_Data extract_.
────────────────────
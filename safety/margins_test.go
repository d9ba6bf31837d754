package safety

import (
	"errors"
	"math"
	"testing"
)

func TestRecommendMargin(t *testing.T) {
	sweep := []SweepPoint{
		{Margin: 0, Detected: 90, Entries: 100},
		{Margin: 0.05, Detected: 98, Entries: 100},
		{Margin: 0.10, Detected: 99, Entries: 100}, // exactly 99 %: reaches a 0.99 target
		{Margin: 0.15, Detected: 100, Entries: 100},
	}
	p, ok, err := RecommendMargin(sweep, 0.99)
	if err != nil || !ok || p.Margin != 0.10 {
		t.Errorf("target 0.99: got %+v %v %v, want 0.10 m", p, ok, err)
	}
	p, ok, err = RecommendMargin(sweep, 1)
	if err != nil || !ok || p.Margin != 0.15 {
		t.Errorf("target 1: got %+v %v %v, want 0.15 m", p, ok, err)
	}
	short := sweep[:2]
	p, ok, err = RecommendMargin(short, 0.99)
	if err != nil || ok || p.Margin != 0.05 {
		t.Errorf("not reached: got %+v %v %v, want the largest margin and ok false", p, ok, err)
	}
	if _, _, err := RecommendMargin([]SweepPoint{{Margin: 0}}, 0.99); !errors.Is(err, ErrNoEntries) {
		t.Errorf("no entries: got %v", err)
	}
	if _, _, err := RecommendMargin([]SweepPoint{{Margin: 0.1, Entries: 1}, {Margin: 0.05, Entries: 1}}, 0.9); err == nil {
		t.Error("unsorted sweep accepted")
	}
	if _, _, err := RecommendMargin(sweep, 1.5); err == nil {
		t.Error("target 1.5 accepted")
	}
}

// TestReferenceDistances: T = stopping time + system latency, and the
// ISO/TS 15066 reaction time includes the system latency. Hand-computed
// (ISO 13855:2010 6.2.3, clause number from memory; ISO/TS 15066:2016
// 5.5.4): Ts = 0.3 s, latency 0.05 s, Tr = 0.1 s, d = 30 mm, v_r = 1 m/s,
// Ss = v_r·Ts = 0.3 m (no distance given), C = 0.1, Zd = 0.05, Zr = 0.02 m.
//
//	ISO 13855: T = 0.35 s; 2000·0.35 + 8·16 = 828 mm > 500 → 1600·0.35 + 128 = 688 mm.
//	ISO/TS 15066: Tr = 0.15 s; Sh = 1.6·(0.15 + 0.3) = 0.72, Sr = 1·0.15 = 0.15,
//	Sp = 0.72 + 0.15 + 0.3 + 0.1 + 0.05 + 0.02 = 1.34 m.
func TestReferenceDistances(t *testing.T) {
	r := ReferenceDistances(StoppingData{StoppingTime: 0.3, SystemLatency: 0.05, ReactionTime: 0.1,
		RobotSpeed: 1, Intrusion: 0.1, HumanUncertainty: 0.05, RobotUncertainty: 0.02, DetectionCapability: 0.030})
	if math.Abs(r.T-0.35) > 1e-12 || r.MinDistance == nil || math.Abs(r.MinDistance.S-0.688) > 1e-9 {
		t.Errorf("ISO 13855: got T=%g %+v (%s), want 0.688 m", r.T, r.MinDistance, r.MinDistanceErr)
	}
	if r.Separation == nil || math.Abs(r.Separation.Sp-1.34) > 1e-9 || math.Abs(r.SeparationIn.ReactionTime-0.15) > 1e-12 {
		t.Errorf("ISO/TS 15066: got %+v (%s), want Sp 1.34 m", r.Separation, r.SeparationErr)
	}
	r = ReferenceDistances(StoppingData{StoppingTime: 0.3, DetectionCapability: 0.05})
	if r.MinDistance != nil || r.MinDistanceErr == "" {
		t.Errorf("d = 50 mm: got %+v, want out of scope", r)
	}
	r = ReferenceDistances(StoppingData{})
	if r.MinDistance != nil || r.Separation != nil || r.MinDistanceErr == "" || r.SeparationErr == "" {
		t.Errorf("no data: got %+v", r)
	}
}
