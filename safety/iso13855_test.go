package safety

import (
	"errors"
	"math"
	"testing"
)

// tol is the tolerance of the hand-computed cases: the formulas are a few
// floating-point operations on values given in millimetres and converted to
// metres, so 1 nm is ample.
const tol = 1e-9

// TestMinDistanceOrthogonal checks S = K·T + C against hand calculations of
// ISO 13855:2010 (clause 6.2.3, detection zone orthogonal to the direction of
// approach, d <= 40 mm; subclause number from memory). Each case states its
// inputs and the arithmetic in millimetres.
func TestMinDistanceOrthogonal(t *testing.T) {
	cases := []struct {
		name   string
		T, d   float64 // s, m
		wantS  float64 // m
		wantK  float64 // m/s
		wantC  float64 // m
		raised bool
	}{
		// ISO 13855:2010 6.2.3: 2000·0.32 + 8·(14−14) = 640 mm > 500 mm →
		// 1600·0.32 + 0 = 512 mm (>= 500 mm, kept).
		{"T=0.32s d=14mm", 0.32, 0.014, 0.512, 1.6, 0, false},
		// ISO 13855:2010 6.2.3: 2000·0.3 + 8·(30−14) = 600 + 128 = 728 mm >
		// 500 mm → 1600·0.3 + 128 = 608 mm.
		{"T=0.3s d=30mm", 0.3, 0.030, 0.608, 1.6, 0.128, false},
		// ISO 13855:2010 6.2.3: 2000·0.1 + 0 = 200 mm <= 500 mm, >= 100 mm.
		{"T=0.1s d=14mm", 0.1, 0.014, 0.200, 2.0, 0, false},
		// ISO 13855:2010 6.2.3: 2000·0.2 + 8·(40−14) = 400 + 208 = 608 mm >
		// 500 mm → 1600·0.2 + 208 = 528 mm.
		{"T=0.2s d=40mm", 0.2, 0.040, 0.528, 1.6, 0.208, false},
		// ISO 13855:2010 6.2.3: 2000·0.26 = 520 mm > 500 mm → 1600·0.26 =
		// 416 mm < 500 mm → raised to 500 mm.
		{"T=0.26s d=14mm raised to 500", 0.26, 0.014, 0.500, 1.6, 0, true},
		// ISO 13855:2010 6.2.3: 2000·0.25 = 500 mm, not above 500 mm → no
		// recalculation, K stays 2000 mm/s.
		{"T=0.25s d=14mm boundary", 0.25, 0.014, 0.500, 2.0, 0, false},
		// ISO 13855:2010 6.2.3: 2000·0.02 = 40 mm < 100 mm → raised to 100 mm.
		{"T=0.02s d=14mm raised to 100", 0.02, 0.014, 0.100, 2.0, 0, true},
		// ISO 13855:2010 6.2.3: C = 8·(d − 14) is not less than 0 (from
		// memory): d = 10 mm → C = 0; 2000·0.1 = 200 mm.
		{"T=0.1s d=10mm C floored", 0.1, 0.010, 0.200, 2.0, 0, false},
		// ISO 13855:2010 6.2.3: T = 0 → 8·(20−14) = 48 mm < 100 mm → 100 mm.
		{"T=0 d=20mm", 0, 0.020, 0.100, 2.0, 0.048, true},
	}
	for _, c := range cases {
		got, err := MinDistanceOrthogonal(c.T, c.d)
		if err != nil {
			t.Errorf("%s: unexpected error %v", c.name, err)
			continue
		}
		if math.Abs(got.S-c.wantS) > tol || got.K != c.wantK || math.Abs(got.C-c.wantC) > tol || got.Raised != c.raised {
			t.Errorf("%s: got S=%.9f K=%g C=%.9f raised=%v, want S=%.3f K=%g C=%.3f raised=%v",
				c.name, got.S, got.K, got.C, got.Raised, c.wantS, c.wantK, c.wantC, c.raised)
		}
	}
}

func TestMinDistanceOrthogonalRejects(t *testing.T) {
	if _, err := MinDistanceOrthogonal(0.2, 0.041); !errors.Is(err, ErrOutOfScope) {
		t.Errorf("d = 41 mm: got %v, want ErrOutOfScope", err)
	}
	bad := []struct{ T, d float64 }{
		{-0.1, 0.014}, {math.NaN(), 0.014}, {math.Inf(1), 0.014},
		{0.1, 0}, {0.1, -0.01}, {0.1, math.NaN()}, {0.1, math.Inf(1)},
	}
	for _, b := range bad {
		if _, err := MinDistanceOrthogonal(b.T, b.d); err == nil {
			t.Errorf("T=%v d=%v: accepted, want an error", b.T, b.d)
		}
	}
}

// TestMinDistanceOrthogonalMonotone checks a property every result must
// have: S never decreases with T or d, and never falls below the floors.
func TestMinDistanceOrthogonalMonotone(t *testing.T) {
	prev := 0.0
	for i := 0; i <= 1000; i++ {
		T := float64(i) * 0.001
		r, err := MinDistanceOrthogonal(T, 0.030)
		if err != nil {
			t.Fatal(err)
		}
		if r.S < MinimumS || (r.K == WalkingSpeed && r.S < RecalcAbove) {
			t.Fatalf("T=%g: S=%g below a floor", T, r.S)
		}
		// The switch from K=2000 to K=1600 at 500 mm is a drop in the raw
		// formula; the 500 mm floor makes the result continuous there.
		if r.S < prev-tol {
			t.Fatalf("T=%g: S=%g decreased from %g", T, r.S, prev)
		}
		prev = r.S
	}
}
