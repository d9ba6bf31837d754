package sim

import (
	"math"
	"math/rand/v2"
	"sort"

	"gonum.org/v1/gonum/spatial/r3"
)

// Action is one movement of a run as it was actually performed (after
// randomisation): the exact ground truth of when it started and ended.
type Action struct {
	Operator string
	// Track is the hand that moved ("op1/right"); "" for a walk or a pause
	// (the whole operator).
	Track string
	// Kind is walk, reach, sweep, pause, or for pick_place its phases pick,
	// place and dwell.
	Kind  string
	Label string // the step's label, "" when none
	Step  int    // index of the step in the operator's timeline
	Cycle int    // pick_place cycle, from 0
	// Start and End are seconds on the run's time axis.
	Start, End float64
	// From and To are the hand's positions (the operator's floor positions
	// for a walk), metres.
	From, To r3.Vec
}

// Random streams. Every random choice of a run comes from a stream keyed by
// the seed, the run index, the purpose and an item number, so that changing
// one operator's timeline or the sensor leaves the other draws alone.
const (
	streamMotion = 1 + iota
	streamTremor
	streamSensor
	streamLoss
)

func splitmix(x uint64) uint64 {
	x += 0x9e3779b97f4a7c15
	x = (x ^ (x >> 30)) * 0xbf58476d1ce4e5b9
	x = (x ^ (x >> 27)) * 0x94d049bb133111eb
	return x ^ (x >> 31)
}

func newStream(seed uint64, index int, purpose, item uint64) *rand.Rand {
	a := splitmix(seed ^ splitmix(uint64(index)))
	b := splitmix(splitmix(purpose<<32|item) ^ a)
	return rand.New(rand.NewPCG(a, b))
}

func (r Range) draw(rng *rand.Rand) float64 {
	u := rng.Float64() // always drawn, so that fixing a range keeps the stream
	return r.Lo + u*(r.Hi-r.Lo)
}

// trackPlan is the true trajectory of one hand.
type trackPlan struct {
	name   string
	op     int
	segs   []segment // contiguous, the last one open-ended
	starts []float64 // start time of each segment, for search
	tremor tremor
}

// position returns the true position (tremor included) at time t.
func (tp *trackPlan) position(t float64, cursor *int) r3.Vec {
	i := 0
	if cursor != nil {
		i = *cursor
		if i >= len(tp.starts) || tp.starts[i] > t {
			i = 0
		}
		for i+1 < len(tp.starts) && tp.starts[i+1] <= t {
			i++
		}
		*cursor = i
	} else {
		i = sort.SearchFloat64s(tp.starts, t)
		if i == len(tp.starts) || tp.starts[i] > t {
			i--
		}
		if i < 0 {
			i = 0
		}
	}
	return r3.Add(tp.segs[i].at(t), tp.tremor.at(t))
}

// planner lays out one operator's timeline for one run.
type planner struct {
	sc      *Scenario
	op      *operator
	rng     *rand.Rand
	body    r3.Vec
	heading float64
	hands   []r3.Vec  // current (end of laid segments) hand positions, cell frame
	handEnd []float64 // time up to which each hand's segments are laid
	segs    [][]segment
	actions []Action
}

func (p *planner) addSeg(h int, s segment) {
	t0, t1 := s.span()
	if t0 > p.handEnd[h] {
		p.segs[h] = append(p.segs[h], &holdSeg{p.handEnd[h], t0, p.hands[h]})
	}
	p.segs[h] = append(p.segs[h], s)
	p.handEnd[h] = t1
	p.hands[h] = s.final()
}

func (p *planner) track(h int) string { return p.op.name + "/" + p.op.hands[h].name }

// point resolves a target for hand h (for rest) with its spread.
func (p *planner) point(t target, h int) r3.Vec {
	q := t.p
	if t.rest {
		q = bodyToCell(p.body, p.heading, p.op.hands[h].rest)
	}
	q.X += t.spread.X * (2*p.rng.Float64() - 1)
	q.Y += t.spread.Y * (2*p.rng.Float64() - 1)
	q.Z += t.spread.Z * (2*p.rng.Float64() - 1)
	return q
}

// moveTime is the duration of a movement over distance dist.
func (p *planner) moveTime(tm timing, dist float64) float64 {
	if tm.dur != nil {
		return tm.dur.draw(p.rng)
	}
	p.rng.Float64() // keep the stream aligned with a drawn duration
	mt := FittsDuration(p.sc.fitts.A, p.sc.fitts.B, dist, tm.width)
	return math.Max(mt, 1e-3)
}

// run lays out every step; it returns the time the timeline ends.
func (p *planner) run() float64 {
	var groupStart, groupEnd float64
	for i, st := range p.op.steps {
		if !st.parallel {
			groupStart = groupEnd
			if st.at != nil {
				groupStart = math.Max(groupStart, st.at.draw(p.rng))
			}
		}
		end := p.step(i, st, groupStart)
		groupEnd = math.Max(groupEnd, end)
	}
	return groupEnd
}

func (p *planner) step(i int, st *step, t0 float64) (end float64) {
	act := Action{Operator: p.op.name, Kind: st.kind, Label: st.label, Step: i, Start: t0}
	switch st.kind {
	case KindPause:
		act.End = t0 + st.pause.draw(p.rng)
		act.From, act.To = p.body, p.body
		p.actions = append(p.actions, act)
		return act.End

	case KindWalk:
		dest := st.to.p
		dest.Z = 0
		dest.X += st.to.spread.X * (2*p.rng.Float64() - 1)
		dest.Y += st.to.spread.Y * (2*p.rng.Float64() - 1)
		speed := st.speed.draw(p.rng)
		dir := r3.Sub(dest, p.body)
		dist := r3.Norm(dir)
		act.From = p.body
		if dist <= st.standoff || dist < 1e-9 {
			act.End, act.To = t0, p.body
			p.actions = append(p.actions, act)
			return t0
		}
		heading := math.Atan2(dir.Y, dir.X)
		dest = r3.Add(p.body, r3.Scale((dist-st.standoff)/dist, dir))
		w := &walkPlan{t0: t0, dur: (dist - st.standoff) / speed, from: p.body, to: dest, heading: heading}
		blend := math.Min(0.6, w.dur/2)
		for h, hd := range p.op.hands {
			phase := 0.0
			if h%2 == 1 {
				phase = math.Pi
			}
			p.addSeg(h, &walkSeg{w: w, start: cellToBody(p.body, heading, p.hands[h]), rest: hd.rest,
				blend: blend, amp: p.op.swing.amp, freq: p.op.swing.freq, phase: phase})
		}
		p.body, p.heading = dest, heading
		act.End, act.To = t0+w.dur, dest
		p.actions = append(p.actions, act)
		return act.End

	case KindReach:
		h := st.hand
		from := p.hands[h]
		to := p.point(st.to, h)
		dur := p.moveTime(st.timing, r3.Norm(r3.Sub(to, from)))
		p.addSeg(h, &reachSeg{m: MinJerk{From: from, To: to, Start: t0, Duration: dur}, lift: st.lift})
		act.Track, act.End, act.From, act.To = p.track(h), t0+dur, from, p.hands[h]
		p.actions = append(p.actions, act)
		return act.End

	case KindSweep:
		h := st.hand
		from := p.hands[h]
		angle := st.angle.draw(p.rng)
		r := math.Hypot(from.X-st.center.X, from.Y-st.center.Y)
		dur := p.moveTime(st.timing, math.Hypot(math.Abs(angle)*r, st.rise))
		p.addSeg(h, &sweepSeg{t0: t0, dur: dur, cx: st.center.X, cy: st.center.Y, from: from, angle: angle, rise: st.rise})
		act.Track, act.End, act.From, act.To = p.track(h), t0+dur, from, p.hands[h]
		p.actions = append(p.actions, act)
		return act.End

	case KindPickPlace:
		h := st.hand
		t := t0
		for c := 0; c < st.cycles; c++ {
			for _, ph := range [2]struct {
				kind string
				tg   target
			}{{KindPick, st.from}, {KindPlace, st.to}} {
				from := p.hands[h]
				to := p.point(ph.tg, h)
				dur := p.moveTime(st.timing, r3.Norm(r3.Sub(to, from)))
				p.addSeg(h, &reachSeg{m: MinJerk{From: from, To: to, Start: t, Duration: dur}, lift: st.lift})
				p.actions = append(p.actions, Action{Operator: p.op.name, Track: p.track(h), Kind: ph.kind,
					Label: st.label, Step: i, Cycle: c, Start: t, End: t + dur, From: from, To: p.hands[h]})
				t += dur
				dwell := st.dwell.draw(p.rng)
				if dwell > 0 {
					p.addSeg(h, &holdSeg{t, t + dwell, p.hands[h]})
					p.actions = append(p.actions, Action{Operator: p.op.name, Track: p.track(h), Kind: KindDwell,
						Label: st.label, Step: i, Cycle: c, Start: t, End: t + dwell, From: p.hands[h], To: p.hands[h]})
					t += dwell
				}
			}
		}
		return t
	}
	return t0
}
────────────────────
_What you should do_.
Filter the data, keeping only the lines that contain "cases".

_Written reply_.
// tol is the tolerance of the hand-computed cases: the formulas are a few
	cases := []struct {
	for _, c := range cases {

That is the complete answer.